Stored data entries
@pytest.mark.parametrize("projection", [None, "north-cap", "globe"])
def test_a_polar_circles_outline_has_no_spoke_to_the_pole(tmp_path, projection):
    # A circle of 1000 km round the north pole is the cap poleward of latitude
    # 90 - 1000 / (pi a / 180) = 81.0 (great-circle distance, common practice): its edge
    # on the sphere is that parallel alone. Every line drawn for it (matplotlib artists of
    # its name with a visible edge), read back in map coordinates and inverted to
    # latitude with cartopy/PROJ, stays on that parallel: no segment to or along the pole,
    # while the filled patch still covers the pole side.
    cap = fp.circulation(fp.open_wind(GLOBAL).isel(time=slice(0, 1)),
                         [contours.circle(90, 0, 1000)])
    fig = maps.render(fp.write(cap, tmp_path / "cap.nc"), size=SIZE, projection=projection)
    ax = _map_axes(fig)
    fig.draw_without_rendering()
    name = "circle 90,0,1000km"
    edge = 90.0 - np.degrees(1000e3 / EARTH_RADIUS)
    lines = [a for a in ax.get_children() if name in str(a.get_label())
             and a.get_visible() and a.get_linewidth() > 0
             and matplotlib.colors.to_rgba(a.get_edgecolor() if isinstance(a, PathPatch)
                                           else a.get_color())[3] > 0]
    assert lines
    for line in lines:
        vertices = (line.get_transform() - ax.transData).transform_path(line.get_path()).vertices
        lat = ccrs.PlateCarree().transform_points(ax.projection, *vertices.T)[:, 1]
        assert np.all(np.abs(lat - edge) < 0.5), lat.max()
    patch = _patches(fig)[name]
    inside = ax.projection.transform_point(30.0, 0.5 * (edge + 90.0), ccrs.PlateCarree())
    assert patch.get_path().contains_point(inside)
    assert not patch.get_path().contains_point(
        ax.projection.transform_point(30.0, edge - 3.0, ccrs.PlateCarree()))


@pytest.mark.parametrize("centre", [0.0, 180.0])
def test_a_box_across_the_date_line_is_drawn_as_the_box(tmp_path, centre):
    # A box 30-60 N from 170 E to 170 W on an equal-area world map (Equal Earth, on a sphere
    # of flowpipe's radius): the drawn patch's area is the box's, R^2 dlambda (sin phi2 -
    # sin phi1) (area of a latitude-longitude box, common practice), not the whole band's;
    # on a map centred on the prime meridian it is cut at the map's edge into two parts,
    # each beside one edge, on one centred on 180 degrees it is one part.
    box = fp.circulation(fp.open_wind(GLOBAL).isel(time=slice(0, 1)),
                         [contours.box(30, 60, 170, -170)])
    path = fp.write(box, tmp_path / "dateline.nc")
    sphere = ccrs.Globe(semimajor_axis=EARTH_RADIUS, semiminor_axis=EARTH_RADIUS, ellipse=None)
    proj = ccrs.EqualEarth(central_longitude=centre, globe=sphere)
    fig = maps.render(path, size=SIZE, projection=proj)
    (patch,) = _patches(fig).values()
    parts = [shapely.Polygon(xy) for xy in patch.get_path().to_polygons()]
    expect = EARTH_RADIUS**2 * np.radians(20.0) * (np.sin(np.radians(60)) - np.sin(np.radians(30)))
    assert sum(p.area for p in parts) == pytest.approx(expect, rel=1e-3)
    assert len(parts) == (2 if centre == 0.0 else 1)
    if centre == 0.0:  # cut at the map's edge: one part 170-180 E, one 180-170 W
        lons = [ccrs.PlateCarree().transform_points(proj, *np.asarray(p.exterior.coords).T)[:, 0]
                for p in parts]
        ranges = sorted((float(lo.min()), float(lo.max())) for lo in lons)
        np.testing.assert_allclose(ranges, [(-180.0, -170.0), (170.0, 180.0)], atol=1e-6)


@pytest.mark.parametrize("projection", [None, "globe"])
def test_a_pole_circle_beside_a_moving_circle_is_drawn(tmp_path, projection):
    # A polar cap and a storm-following circle in one file, on the map the file chooses
    # (auto: the globe) and on the globe: each contour drawn once, the cap over the pole
    # (cartopy/PROJ transform of the pole read back from the drawn artist).
    both = fp.circulation(fp.open_wind(GLOBAL).isel(time=slice(0, 2)), [
        contours.circle(90, 0, 300), contours.read_track(TRACK, 400)])
    path = fp.write(both, tmp_path / "both.nc")
    fig = maps.render(path, size=SIZE, projection=projection)
    patches = _patches(fig)
    assert sorted(patches) == ["circle 90,0,300km", "demo_storm_track"]
    ax = _map_axes(fig)
    fig.canvas.draw()
    inside = ax.transData.transform(ax.projection.transform_point(0.0, 89.99,
                                                                   ccrs.PlateCarree()))
    extent = patches["circle 90,0,300km"].get_window_extent()
    assert extent.x0 <= inside[0] <= extent.x1 and extent.y0 - 1 <= inside[1] <= extent.y1 + 1


def test_a_small_contour_inside_a_large_one_is_drawn_over_it(tmp_path):
    # A 300 km circle on the pole listed before a 1500 km one round it: matplotlib draws
    # artists of equal zorder in the order they were added (matplotlib documentation,
    # "Zorder Demo"), so the small one must come later to stay in sight.
    both = fp.circulation(fp.open_wind(GLOBAL).isel(time=slice(0, 1)), [
        contours.circle(90, 0, 300), contours.circle(90, 0, 1500)])
    fig = maps.render(fp.write(both, tmp_path / "nested.nc"), size=SIZE, projection="north-cap")
    order = [p.get_label() for p in _map_axes(fig).patches if isinstance(p, PathPatch)]
    zorders = {p.get_label(): p.get_zorder() for p in _map_axes(fig).patches}
    assert zorders["circle 90,0,300km"] == zorders["circle 90,0,1500km"]
    assert order.index("circle 90,0,300km") > order.index("circle 90,0,1500km")


@pytest.mark.parametrize("member", [None, 7])
def test_an_ensembles_contours_are_those_of_one_member(tmp_path, member):
    # Two members (CF standard name realization), the second with twice the wind: the map
    # colours each contour by the chosen member's value (the first by default), as
    # BoundaryNorm bands it (matplotlib), and says which member it is.
    wind = fp.open_wind(GLOBAL).isel(time=slice(0, 1)).load()
    ensemble = xr.concat([wind, wind * 2.0], dim="realization")
    ensemble = ensemble.assign_coords(realization=("realization", [3, 7],
                                                   {"standard_name": "realization"}))
    for name in ("u", "v"):
        ensemble[name].attrs = wind[name].attrs
    shapes = [contours.box(30, 60, -40, 0), contours.circle(45, 160, 1500)]
    path = fp.write(fp.circulation(ensemble, shapes), tmp_path / "ensemble.nc")
    fig = maps.render(path, size=SIZE, member=member)
    with xr.open_dataset(path) as ds:
        chosen = ds["mean_vorticity"].sel(realization=member or 3).isel(time=0, level=0)
        values, names = chosen.values, [str(n) for n in ds.contour_name.values]
    (bar,) = _map_axes(fig).child_axes
    (solids,) = [c for c in bar.collections if type(c).__name__ == "QuadMesh"]
    patches = _patches(fig)
    for name, value in zip(names, values, strict=True):
        np.testing.assert_allclose(patches[name].get_facecolor(), solids.cmap(solids.norm(value)))
    assert f"member {member or 3}" in _map_axes(fig).get_title(loc="left")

- [Task instructions]:
For each line in the data that holds "extent", add one to a count, then report that count alone.

- [Expected answer]:
2